··· Provided records

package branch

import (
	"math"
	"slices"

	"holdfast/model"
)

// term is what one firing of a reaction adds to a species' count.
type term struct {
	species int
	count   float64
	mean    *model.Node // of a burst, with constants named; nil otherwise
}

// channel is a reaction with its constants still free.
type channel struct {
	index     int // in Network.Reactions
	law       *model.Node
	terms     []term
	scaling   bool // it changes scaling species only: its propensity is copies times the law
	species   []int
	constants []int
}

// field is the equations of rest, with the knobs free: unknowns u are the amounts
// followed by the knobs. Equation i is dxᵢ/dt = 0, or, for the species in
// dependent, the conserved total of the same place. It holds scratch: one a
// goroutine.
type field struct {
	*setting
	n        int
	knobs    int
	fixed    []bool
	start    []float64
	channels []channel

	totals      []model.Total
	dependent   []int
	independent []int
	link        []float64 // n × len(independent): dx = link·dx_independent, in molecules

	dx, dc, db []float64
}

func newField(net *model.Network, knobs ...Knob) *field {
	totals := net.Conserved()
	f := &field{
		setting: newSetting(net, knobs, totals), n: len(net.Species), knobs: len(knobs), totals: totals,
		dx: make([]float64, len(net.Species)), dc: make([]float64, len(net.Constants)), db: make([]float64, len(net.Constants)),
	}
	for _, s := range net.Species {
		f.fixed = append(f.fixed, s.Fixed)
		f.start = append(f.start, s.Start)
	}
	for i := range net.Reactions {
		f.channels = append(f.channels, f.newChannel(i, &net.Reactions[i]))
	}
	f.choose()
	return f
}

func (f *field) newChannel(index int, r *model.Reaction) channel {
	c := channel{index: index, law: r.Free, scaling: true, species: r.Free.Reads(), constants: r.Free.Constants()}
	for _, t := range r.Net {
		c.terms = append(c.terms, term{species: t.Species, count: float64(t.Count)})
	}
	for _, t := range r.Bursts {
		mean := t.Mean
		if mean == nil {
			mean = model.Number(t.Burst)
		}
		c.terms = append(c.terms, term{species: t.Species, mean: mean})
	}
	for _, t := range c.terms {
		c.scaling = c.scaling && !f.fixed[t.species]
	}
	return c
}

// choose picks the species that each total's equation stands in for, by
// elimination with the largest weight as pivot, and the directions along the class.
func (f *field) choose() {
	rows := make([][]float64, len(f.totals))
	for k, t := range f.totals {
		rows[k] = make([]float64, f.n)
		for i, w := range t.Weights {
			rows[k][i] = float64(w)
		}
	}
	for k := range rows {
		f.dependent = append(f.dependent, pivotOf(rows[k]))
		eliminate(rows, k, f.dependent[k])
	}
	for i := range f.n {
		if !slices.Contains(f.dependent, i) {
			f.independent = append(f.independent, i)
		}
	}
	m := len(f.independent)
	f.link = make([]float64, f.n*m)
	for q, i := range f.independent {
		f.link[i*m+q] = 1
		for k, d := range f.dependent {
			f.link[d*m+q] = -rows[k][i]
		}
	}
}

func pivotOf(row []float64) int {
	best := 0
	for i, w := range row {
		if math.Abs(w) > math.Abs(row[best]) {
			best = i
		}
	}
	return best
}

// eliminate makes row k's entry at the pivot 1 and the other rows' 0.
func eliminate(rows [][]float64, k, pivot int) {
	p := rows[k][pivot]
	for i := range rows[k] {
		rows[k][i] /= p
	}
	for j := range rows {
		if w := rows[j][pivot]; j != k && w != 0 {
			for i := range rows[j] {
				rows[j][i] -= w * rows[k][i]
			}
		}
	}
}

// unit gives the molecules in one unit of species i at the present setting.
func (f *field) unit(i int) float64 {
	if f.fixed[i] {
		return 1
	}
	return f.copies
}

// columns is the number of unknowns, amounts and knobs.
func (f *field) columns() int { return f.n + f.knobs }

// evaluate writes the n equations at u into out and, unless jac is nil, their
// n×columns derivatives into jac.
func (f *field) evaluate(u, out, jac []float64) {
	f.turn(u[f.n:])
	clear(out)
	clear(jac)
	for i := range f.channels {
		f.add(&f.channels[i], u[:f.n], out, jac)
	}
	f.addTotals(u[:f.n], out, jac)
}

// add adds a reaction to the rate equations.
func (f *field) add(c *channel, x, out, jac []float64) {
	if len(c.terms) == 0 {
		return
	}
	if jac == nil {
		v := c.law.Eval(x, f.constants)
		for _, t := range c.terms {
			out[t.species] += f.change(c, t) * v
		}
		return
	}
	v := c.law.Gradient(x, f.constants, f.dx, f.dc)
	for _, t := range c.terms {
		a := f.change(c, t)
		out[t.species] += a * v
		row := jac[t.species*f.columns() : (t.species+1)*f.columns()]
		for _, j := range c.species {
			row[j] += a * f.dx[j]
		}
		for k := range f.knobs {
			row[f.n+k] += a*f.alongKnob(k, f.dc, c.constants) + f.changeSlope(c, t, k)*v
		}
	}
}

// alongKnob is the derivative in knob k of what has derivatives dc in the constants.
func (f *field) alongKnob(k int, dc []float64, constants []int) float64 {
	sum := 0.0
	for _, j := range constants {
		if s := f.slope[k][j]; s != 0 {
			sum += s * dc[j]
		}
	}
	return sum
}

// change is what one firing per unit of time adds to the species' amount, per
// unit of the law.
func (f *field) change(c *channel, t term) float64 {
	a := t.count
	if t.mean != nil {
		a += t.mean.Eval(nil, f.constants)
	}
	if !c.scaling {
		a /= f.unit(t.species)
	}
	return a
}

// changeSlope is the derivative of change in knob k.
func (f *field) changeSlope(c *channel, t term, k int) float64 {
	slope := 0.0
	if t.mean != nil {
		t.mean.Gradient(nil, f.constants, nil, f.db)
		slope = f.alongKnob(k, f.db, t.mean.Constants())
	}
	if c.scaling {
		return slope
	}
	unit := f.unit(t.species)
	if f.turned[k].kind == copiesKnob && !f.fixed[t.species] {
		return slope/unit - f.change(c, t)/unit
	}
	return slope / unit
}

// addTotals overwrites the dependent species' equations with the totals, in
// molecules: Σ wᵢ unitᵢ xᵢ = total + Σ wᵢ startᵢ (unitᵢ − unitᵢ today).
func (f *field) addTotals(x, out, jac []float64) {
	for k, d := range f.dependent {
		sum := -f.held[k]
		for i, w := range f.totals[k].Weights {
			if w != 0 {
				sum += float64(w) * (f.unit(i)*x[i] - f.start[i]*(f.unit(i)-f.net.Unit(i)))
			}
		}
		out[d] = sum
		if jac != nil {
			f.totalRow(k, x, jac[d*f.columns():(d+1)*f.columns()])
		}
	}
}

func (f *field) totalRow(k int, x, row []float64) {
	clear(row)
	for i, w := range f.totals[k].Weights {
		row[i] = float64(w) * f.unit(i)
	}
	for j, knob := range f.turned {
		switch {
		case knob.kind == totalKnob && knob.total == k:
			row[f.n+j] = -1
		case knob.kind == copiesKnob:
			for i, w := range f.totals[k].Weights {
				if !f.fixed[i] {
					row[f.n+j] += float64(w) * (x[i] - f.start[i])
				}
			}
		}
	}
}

······
··· Provided records

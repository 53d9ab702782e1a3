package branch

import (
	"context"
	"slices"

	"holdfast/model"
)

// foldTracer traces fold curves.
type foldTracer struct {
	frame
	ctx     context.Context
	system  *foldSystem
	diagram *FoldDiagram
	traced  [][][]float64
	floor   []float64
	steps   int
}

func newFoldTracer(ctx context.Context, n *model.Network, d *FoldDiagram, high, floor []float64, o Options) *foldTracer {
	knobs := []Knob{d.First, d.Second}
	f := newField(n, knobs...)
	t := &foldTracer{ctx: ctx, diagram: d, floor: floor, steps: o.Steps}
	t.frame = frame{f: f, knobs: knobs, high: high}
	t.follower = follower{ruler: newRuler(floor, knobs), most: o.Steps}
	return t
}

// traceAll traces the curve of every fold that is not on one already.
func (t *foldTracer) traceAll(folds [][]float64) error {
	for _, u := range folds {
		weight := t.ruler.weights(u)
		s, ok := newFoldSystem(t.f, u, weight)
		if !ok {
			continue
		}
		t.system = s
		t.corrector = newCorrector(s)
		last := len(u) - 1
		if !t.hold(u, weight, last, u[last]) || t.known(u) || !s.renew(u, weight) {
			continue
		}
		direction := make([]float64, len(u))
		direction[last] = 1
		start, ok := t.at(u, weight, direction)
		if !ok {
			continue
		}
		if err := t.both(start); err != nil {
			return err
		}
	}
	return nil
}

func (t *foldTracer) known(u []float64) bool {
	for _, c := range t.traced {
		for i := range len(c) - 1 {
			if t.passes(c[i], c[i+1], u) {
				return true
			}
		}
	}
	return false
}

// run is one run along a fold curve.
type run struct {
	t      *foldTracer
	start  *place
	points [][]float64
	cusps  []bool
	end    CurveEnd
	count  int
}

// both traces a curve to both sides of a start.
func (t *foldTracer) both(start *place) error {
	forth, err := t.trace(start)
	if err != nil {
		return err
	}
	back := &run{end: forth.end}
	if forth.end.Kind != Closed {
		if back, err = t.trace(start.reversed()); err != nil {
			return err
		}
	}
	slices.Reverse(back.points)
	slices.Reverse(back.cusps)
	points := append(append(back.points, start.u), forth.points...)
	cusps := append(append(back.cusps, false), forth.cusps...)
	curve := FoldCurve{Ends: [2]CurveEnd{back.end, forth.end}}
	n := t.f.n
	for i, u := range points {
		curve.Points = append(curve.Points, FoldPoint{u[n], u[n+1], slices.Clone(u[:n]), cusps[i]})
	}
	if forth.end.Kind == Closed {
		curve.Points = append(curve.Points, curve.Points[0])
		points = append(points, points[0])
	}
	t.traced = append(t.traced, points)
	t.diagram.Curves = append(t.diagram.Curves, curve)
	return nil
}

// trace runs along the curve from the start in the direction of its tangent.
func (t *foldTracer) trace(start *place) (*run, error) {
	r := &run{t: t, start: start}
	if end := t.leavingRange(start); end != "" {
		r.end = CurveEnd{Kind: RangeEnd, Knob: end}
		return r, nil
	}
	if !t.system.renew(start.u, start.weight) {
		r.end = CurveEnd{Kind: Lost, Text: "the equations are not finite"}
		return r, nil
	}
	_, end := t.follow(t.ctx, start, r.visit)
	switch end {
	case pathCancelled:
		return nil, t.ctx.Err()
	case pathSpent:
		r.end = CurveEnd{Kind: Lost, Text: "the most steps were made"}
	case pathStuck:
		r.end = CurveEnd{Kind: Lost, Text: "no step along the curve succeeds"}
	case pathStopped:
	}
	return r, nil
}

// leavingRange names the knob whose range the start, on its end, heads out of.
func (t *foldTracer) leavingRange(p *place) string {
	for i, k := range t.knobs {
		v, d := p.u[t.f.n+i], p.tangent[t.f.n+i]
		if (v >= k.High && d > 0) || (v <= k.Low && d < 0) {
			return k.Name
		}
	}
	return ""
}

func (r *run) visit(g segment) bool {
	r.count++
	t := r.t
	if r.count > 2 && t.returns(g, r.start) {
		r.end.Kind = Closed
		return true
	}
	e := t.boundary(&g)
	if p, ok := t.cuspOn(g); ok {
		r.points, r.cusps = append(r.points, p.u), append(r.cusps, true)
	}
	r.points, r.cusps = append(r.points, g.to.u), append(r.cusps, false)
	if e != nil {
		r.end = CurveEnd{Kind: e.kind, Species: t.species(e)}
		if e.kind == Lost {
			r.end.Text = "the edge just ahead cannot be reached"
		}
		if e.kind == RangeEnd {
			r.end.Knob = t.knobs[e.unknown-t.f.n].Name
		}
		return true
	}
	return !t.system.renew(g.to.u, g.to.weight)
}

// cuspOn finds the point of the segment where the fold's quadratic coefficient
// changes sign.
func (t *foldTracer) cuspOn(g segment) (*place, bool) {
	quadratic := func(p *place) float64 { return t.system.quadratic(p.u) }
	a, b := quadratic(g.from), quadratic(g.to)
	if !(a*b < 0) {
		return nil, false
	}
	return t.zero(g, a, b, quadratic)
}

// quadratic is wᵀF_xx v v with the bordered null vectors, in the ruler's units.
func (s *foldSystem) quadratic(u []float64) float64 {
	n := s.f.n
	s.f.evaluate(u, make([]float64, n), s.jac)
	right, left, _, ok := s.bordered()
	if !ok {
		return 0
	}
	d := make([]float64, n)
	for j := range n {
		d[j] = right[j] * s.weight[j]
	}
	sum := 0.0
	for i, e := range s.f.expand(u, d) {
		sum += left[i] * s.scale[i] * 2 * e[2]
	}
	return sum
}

······

Directions –
Write out only the lines that run from the line containing "sum += float64(w)" through the line containing "case knob.kind == totalKnob", both included, exactly as they appear above.

Answer space –
				sum += float64(w) * (f.unit(i)*x[i] - f.start[i]*(f.unit(i)-f.net.Unit(i)))
			}
		}
		out[d] = sum
		if jac != nil {
			f.totalRow(k, x, jac[d*f.columns():(d+1)*f.columns()])
		}
	}
}

func (f *field) totalRow(k int, x, row []float64) {
	clear(row)
	for i, w := range f.totals[k].Weights {
		row[i] = float64(w) * f.unit(i)
	}
	for j, knob := range f.turned {
		switch {
		case knob.kind == totalKnob && knob.total == k:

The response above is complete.